The $250 Skirt
Ever since last fall, when I pulled out my winter skirts only to discover I didn’t like the fit of one and then promptly ripped the lining of the other the first time I wore it, I’ve been limping and skimping in the Sunday wardrobe department. NONinspirational! Basically, winter alternatives can be reduced to:
- wool trousers, which I love. I have been diligently searching for another pair.
- jeans, which I’d rather not wear to church, but I do in a pinch. And believe me, I’m feeling the pinch now!
- dresses. A winter dress is a rarity in my wardrobe. So rare, in fact, that it doesn’t exist.
- which leaves skirts. And with as many skirt options as there are, why is it so hard for me to find even one that doesn’t leave me feeling frumpy and grumpy?
The skirt in my idiom, and I say this more for myself than for anyone else:
- is tapered, pegged, pencil, whatever you want to call it. I don’t mind a little do-flippy hem, but the full skirt on me is downright awful; A-line is a significant compromise.

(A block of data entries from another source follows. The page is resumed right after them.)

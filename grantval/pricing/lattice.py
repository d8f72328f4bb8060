"""Binomial lattice for employee share options.

The lattice values a call that cannot be exercised before its vesting date,
whose holder may leave employment (forfeiting before vesting, exercising if in
the money after it) and may exercise voluntarily once the share price reaches
a multiple of the strike (Hull and White, 2004, "How to value employee stock
options", Financial Analysts Journal 60(1)).

Numerical method (all vectorised over a batch of options):

- a recombining binomial tree in log price with risk-neutral probabilities
  (the equal-jump "Jarrow-Rudd risk-neutral" tree, whose probabilities stay in
  (0, 1) for any rate, dividend yield and volatility);
- the time step of each option is chosen so that its vesting date falls on a
  layer of the tree, so the exercise window opens exactly at vesting;
- the layer before expiry uses the Black-Scholes-Merton value over the time
  left (Broadie and Detemple, 1996, "American option valuation", Review of
  Financial Studies 9(4): the "BBS" smoothing);
- the result is Richardson-extrapolated from ``steps`` and ``steps // 2``
  ("BBSR" in Broadie and Detemple).
"""

from __future__ import annotations

import numpy as np

from grantval.errors import InputError
from grantval.pricing._inputs import FINITE, NAN_ALLOWED, NON_NEGATIVE, POSITIVE, finish, prepare
from scipy.special import ndtr

from grantval.pricing.bsm import _bsm

#: total time steps used when ``steps`` is None; with Richardson extrapolation
#: this meets the accuracy documented in DEVELOPERS.md (see tests/pricing/test_lattice.py).
DEFAULT_STEPS = 256
#: smallest accepted explicit ``steps`` (the extrapolation needs steps // 2 >= 2)
MIN_STEPS = 4
#: options valued per block, to keep the working arrays in cache
_BLOCK = 512


#: half-width, in standard deviations of log price, of the vesting-date layer
_COVER = 6.0


def _vesting_expectation(stock, hold, after, k, barrier, optimal, mu, sd, fwd):
    """Expected vesting-date value of options whose value function is known on nodes.

    The value at vesting is ``max(S - K, H(S))`` (exercise when optimal) or
    ``S - K`` above the barrier and ``H(S)`` below it, where ``H`` is the
    holding value on the nodes.  ``H`` is interpolated linearly between nodes,
    the exercise boundary is located exactly on the interpolant, and each
    linear piece is integrated in closed form against the lognormal law of the
    vesting-date share price (log mean ``mu``, log standard deviation ``sd``,
    mean ``fwd``).  Integrating across the kink exactly, instead of rolling it
    back through a tree, removes the saw-tooth error that a kink at the
    vesting date otherwise causes, so Richardson extrapolation works.
    """
    a, b = stock[:, :-1], stock[:, 1:]
    ha, hb = hold[:, :-1], hold[:, 1:]
    kc = k[:, None]
    # value of the exercise branch and of the holding branch at both ends
    ea, eb = a - kc, b - kc
    opt = optimal[:, None]
    bar = barrier[:, None]
    # optimal exercise: split where the holding line crosses S - K
    ga, gb = ha - ea, hb - eb
    cross = (ga > 0) != (gb > 0)
    with np.errstate(divide="ignore", invalid="ignore"):
        m_opt = np.where(cross, a + ga / (ga - gb) * (b - a), np.where(ga > 0, b, a))
    left_hold_opt = np.where(cross, ga > 0, True)  # when no crossing the whole piece is one branch
    whole_hold_opt = (ga > 0) & (gb > 0)
    whole_ex_opt = (ga <= 0) & (gb <= 0)
    # barrier exercise: split at the barrier, holding line pinned to B - K there
    m_bar = np.clip(bar, a, b)
    # assemble: left piece [a, m] and right piece [m, b], each alpha + beta S
    m = np.where(opt, m_opt, m_bar)
    # holding line on the left piece
    with np.errstate(divide="ignore", invalid="ignore"):
        slope_h = (hb - ha) / (b - a)
        straddle = (bar > a) & (bar < b)
        bar_end = np.where(straddle, (bar - kc - ha) / (bar - a), slope_h)
    beta_hold_left = np.where(opt, slope_h, bar_end)
    alpha_hold_left = ha - beta_hold_left * a
    left_is_hold = np.where(opt, np.where(whole_ex_opt, False, np.where(whole_hold_opt, True, left_hold_opt)), True)
    right_is_hold = np.where(opt, np.where(whole_ex_opt, False, np.where(whole_hold_opt, True, ~left_hold_opt)), False)
    # optimal, holding on the right after a crossing: the holding line itself
    alpha_l = np.where(left_is_hold, alpha_hold_left, -kc)
    beta_l = np.where(left_is_hold, beta_hold_left, 1.0)
    alpha_r = np.where(right_is_hold, ha - slope_h * a, -kc)
    beta_r = np.where(right_is_hold, slope_h, 1.0)
    # a barrier piece with m == b has no right part; with m == a no left part
    z = lambda x: (np.log(x) - mu[:, None]) / sd[:, None]  # noqa: E731
    za, zm, zb = z(a), z(m), z(b)
    s_ = sd[:, None]
    f_ = fwd[:, None]
    p_l = ndtr(zm) - ndtr(za)
    p_r = ndtr(zb) - ndtr(zm)
    x_l = f_ * (ndtr(zm - s_) - ndtr(za - s_))
    x_r = f_ * (ndtr(zb - s_) - ndtr(zm - s_))
    total = (alpha_l * p_l + beta_l * x_l + alpha_r * p_r + beta_r * x_r).sum(axis=1)
    # above the top node: continue with slope one from the top value
    top_s, top_v = stock[:, -1], after[:, -1]
    zt = (np.log(top_s) - mu) / sd
    total += (top_v - top_s) * ndtr(-zt) + fwd * ndtr(sd - zt)
    return total


def _one_tree(s, k, t, r, sigma, q, v, barrier, optimal, lam, n_post):
    """Value options after vesting on a lattice of ``n_post`` steps (1-D arrays, no checks).

    ``0 <= v < t``; ``barrier`` is the voluntary exercise price level (inf
    where ``optimal``).  The lattice runs from the vesting date to expiry with
    step ``(t - v) / n_post``; its vesting-date layer is as wide as needed to
    cover the vesting-date share price, and the option value at the grant
    date is the discounted expectation over that layer
    (:func:`_vesting_expectation`).  Departures before vesting are applied by
    the caller.
    """
    dt = (t - v) / n_post
    sq = sigma * np.sqrt(dt)
    drift = (r - q - 0.5 * sigma**2) * dt
    log_u, log_d = drift + sq, drift - sq
    p = (np.exp((r - q) * dt) - np.exp(log_d)) / (np.exp(log_u) - np.exp(log_d))
    disc = np.exp(-r * dt)
    a_up, a_down = (disc * p)[:, None], (disc * (1.0 - p))[:, None]
    exit_p = (-np.expm1(-lam * dt))[:, None]
    inv_d = np.exp(-log_d)[:, None]
    kcol, bcol = k[:, None], barrier[:, None]
    opt_flag = optimal.astype(float)[:, None]

    # index of the vesting-date layer: a virtual root that many steps earlier
    vests = v > 0
    width = np.where(vests, np.ceil(_COVER * np.sqrt(v / dt)), 0.0)
    vest_layer = width.astype(np.int64)
    mu = np.log(s) + (r - q - 0.5 * sigma**2) * v  # log mean at vesting
    log_root = mu - vest_layer * drift
    last = vest_layer + n_post - 1  # layer valued with BSM over the final step

    top = int(last.max())
    stop = int(vest_layer.min())
    nodes = np.arange(top + 1)
    stock = np.exp(log_root[:, None] + top * drift[:, None] + (2 * nodes - top) * sq[:, None])
    value = np.zeros_like(stock)
    cont = np.zeros_like(stock)  # rows not yet started hold zeros, never garbage
    work = np.empty_like(stock)
    result = np.zeros_like(s)
    all_optimal = bool(np.all(optimal))
    any_exit = bool(np.any(lam > 0))
    for j in range(top, stop - 1, -1):
        w = j + 1
        c, x, st = cont[:, :w], work[:, :w], stock[:, :w]
        if j < top:
            np.multiply(a_up, value[:, 1 : w + 1], out=c)
            np.multiply(a_down, value[:, :w], out=x)
            c += x
        init = last == j
        if np.any(init):
            c[init] = _bsm(st[init], kcol[init], dt[init, None], r[init, None],
                           sigma[init, None], q[init, None], True)
        np.subtract(st, kcol, out=x)
        np.maximum(x, 0.0, out=x)  # intrinsic value
        # leavers exercise if in the money: hold = cont + exit_p * (intrinsic - cont)
        hold = c + exit_p * (x - c) if any_exit else c
        if all_optimal:
            after = np.maximum(hold, x)
        else:
            after = np.where(st >= bcol, st - kcol, hold)
            after = np.maximum(after, x * opt_flag)
        value[:, :w] = after
        here = vest_layer == j
        if np.any(here):
            h = here & vests
            if np.any(h):
                sd = sigma[h] * np.sqrt(v[h])
                fwd = s[h] * np.exp((r[h] - q[h]) * v[h])
                result[h] = _vesting_expectation(
                    st[h], hold[h], after[h], k[h], barrier[h], optimal[h], mu[h], sd, fwd
                ) * np.exp(-r[h] * v[h])
            result[here & ~vests] = after[here & ~vests, 0]
        if j > stop:
            np.multiply(st, inv_d, out=st)
    return result


def _lattice(s, k, t, r, sigma, q, v, mult, lam, lam_pre, steps):
    """Employee option lattice on 1-D float arrays (no checks); see :func:`lattice_value`."""
    out = np.empty_like(s)
    optimal = np.isnan(mult)
    barrier = np.where(optimal, np.inf, mult * k)
    european = v >= t
    if np.any(european):
        e = european
        out[e] = _bsm(s[e], k[e], t[e], r[e], sigma[e], q[e], True) * np.exp(-lam_pre[e] * t[e])
    rows = np.flatnonzero(~european)
    if rows.size == 0:
        return out
    tr, vr = t[rows], v[rows]
    # post-vesting steps in proportion to the post-vesting life; even, so the
    # coarse lattice of the extrapolation has exactly twice the step
    n_post = np.zeros(s.shape, dtype=np.int64)
    n_post[rows] = 2 * np.maximum(1, np.rint(steps * (tr - vr) / (2 * tr))).astype(np.int64)
    # group options of similar lattice size so that a block wastes little work
    size = np.ceil(_COVER * np.sqrt(vr * n_post[rows] / (tr - vr))) + n_post[rows]
    rows = rows[np.argsort(size, kind="stable")]
    for start in range(0, rows.size, _BLOCK):
        idx = rows[start : start + _BLOCK]
        args = (s[idx], k[idx], t[idx], r[idx], sigma[idx], q[idx], v[idx],
                barrier[idx], optimal[idx], lam[idx])
        fine = _one_tree(*args, n_post[idx])
        coarse = _one_tree(*args, n_post[idx] // 2)
        out[idx] = (2.0 * fine - coarse) * np.exp(-lam_pre[idx] * v[idx])
    return out


def lattice_value(
    share_price,
    strike,
    term,
    rate,
    volatility,
    dividend_yield=0.0,
    *,
    vesting=0.0,
    exercise_multiple=None,
    exit_rate=0.0,
    pre_vest_exit_rate=0.0,
    steps=None,
):
    """Value of an employee call option on a binomial lattice.

    Parameters
    ----------
    share_price : array_like
        Share price at the grant date, currency per share, > 0.
    strike : array_like
        Exercise price, currency per share, > 0.
    term : array_like
        Contractual term in years (grant date to expiration), >= 0.
    rate : array_like
        Risk-free rate, continuously compounded decimal per year.
    volatility : array_like
        Volatility, decimal per square-root year, > 0.
    dividend_yield : array_like, optional
        Continuous dividend yield, decimal per year, >= 0.
    vesting : array_like, optional
        Years from the grant date until the option may first be exercised,
        between 0 and ``term``.  No exercise happens before it.
    exercise_multiple : None or array_like, optional
        Suboptimal exercise factor: after vesting the holder exercises as soon
        as the share price reaches ``exercise_multiple * strike`` (>= 1).
        None (or NaN elements of an array) means the holder exercises only
        when it is optimal, as for an American option.
    exit_rate : array_like, optional
        Rate per year at which vested holders leave employment (Poisson
        intensity, >= 0).  A leaver exercises if in the money; otherwise the
        option lapses.
    pre_vest_exit_rate : array_like, optional
        Rate per year of departures before vesting, which forfeit the option.
        Keep 0 for ASC 718 / IFRS 2 grant-date fair values: service-condition
        forfeitures belong in expense attribution, not in the fair value.
    steps : int, optional
        Total number of time steps of the finer of the two lattices that are
        extrapolated.  Default :data:`DEFAULT_STEPS`.

    Returns
    -------
    float or ndarray
        Value per option; a float when every input is a scalar.

    Raises
    ------
    InputError
        (a :class:`ValueError`) naming the first invalid argument.
    """
    (s, k, t, r, sigma, q, v, mult, lam, lam_pre), scalar = prepare(
        share_price=(share_price, (POSITIVE,)),
        strike=(strike, (POSITIVE,)),
        term=(term, (NON_NEGATIVE,)),
        rate=(rate, (FINITE,)),
        volatility=(volatility, (POSITIVE,)),
        dividend_yield=(dividend_yield, (NON_NEGATIVE,)),
        vesting=(vesting, (NON_NEGATIVE,)),
        exercise_multiple=(
            np.nan if exercise_multiple is None else exercise_multiple,
            (NAN_ALLOWED, (lambda a: a >= 1, "at least 1 (or None)")),
        ),
        exit_rate=(exit_rate, (NON_NEGATIVE,)),
        pre_vest_exit_rate=(pre_vest_exit_rate, (NON_NEGATIVE,)),
    )
    if np.any(v > t):
        bad = np.ravel(v[v > t])[0]
        raise InputError(f"vesting must not exceed term; got vesting {float(bad)!r} beyond the term")
    if steps is None:
        n = DEFAULT_STEPS
    else:
        if int(steps) != steps or steps < MIN_STEPS:
            raise InputError(f"steps must be a whole number of at least {MIN_STEPS}; got {steps!r}")
        n = int(steps)
    shape = s.shape
    flat = [np.ravel(a) for a in (s, k, t, r, sigma, q, v, mult, lam, lam_pre)]
    return finish(_lattice(*flat, n).reshape(shape), scalar)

- falls BELOW the knee, at the “hemline of supreme elegance”.
- has only tasteful and necessary slit(s).
- doesn’t cling to my legs and bunch up and move around when I walk. Also doesn’t have some dorky clash of sleazy underwear fabric “slipping” out from under it.
In desperation, I have begun collecting thrifted skirts, with the hopes of cannabilizing one or more to somehow piece together something that would work. I’ve found lots of cute prints and fabrics, but somehow when it comes time to actually cut or sew I end up painting or blogging instead! So, while I normally wouldn’t spend $15 on a thrifted skirt, when I found one this week that was lined and below-the-knee and tapered, $15 looked like a bargain.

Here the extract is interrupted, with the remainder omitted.